(Task description):
Start with the first line of the records below. Output each line exactly, ending with the one that contains "from bedplan.data.beside.capacity import".
-------- Record excerpts
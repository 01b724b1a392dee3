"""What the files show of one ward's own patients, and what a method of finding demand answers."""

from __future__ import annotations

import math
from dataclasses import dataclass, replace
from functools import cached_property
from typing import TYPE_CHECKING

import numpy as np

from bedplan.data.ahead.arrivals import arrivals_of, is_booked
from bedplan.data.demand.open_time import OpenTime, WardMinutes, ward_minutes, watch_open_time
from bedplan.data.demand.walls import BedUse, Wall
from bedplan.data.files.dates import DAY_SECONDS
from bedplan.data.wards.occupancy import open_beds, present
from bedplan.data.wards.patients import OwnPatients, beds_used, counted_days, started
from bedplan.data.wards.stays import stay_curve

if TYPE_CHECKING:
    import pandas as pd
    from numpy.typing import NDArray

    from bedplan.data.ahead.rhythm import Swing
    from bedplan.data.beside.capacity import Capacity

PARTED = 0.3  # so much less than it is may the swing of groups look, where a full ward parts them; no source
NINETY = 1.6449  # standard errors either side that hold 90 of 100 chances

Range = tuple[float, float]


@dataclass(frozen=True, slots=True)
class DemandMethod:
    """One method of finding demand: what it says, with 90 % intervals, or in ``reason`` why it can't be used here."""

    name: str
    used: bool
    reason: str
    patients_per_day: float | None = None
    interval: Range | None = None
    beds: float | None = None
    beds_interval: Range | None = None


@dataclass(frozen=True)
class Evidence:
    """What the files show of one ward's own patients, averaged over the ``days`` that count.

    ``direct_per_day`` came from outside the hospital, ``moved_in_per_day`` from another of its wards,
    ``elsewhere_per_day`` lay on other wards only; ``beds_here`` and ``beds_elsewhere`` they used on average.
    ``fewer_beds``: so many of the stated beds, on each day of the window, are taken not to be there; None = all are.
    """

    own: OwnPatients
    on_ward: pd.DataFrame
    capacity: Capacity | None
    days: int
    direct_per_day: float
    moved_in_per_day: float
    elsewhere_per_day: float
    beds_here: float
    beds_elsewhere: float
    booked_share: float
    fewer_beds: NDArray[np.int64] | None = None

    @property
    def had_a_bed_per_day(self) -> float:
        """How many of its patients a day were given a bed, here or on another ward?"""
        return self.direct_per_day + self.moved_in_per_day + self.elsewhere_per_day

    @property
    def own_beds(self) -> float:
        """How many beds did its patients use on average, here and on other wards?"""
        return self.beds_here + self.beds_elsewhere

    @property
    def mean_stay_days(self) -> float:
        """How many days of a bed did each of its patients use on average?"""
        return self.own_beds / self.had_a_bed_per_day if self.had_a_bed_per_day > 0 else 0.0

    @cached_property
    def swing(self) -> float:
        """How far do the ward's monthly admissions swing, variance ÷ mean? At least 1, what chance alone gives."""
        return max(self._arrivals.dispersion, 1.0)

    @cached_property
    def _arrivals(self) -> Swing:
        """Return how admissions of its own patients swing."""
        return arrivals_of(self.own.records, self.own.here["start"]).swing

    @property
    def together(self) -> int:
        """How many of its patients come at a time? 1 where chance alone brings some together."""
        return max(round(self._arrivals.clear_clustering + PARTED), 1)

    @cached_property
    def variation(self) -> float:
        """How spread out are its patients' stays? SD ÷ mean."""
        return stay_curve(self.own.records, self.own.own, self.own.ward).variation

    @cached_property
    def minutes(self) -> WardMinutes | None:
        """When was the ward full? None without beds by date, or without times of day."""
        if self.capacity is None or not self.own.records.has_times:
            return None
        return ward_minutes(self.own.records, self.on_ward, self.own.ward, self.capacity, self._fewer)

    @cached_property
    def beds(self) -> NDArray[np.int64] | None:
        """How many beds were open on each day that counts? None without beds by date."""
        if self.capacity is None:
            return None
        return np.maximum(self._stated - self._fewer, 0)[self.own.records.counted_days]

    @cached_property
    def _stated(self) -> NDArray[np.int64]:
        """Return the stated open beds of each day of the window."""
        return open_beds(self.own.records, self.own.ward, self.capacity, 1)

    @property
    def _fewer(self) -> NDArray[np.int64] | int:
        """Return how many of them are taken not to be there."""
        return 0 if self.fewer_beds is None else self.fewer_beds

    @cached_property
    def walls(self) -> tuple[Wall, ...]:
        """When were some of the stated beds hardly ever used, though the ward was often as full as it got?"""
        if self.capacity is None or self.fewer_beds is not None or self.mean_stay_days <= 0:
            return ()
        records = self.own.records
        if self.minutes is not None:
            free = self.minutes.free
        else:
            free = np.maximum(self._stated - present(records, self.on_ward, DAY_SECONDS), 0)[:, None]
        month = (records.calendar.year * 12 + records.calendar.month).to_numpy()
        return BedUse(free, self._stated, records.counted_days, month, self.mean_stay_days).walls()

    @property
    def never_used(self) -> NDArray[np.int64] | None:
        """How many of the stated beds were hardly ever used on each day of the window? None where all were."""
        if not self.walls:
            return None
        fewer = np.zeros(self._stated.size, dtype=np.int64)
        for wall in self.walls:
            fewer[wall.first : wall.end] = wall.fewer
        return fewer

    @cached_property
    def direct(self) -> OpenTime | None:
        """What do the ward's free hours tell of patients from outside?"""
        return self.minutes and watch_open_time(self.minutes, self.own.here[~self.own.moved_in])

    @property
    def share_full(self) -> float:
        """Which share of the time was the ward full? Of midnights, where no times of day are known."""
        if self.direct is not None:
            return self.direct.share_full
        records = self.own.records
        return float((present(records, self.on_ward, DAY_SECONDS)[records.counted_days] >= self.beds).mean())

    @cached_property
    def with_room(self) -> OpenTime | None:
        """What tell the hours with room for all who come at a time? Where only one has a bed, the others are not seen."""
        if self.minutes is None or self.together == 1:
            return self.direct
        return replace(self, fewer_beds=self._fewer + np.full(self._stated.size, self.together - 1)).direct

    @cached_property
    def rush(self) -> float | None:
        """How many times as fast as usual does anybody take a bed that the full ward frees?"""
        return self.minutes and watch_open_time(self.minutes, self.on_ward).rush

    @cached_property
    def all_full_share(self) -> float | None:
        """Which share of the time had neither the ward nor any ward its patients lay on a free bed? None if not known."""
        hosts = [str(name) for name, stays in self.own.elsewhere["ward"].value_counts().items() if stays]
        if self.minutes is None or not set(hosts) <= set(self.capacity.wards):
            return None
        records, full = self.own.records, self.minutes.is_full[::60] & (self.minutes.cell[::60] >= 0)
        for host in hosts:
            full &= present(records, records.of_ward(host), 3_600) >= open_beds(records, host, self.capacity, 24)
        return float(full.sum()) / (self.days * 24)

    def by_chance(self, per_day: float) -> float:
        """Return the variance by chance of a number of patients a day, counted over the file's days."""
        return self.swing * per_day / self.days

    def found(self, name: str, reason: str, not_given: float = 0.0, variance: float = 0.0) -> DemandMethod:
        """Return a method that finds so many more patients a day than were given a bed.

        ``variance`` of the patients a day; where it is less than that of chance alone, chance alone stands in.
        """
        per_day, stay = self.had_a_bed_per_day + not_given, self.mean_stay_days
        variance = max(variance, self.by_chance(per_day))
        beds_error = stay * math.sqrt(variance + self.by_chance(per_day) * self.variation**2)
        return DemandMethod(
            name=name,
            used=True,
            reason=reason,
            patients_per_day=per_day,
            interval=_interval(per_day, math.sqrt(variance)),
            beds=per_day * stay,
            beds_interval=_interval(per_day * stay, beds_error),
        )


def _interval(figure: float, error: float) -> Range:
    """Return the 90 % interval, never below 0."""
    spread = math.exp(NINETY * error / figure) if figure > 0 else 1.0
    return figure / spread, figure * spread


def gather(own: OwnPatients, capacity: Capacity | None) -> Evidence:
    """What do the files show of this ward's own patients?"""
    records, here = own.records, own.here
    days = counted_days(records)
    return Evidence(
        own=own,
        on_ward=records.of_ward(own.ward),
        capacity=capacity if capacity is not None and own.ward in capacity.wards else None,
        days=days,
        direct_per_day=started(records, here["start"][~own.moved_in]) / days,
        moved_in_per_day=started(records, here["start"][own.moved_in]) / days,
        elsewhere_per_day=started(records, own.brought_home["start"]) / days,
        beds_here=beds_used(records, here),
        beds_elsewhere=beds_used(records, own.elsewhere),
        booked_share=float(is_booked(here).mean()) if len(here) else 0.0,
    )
----------------
(Expected answer):
repository 01b724b1a392dee3
"""What the files show of one ward's own patients, and what a method of finding demand answers."""

from __future__ import annotations

import math
from dataclasses import dataclass, replace
from functools import cached_property
from typing import TYPE_CHECKING

import numpy as np

from bedplan.data.ahead.arrivals import arrivals_of, is_booked
from bedplan.data.demand.open_time import OpenTime, WardMinutes, ward_minutes, watch_open_time
from bedplan.data.demand.walls import BedUse, Wall
from bedplan.data.files.dates import DAY_SECONDS
from bedplan.data.wards.occupancy import open_beds, present
from bedplan.data.wards.patients import OwnPatients, beds_used, counted_days, started
from bedplan.data.wards.stays import stay_curve

if TYPE_CHECKING:
    import pandas as pd
    from numpy.typing import NDArray

    from bedplan.data.ahead.rhythm import Swing
    from bedplan.data.beside.capacity import Capacity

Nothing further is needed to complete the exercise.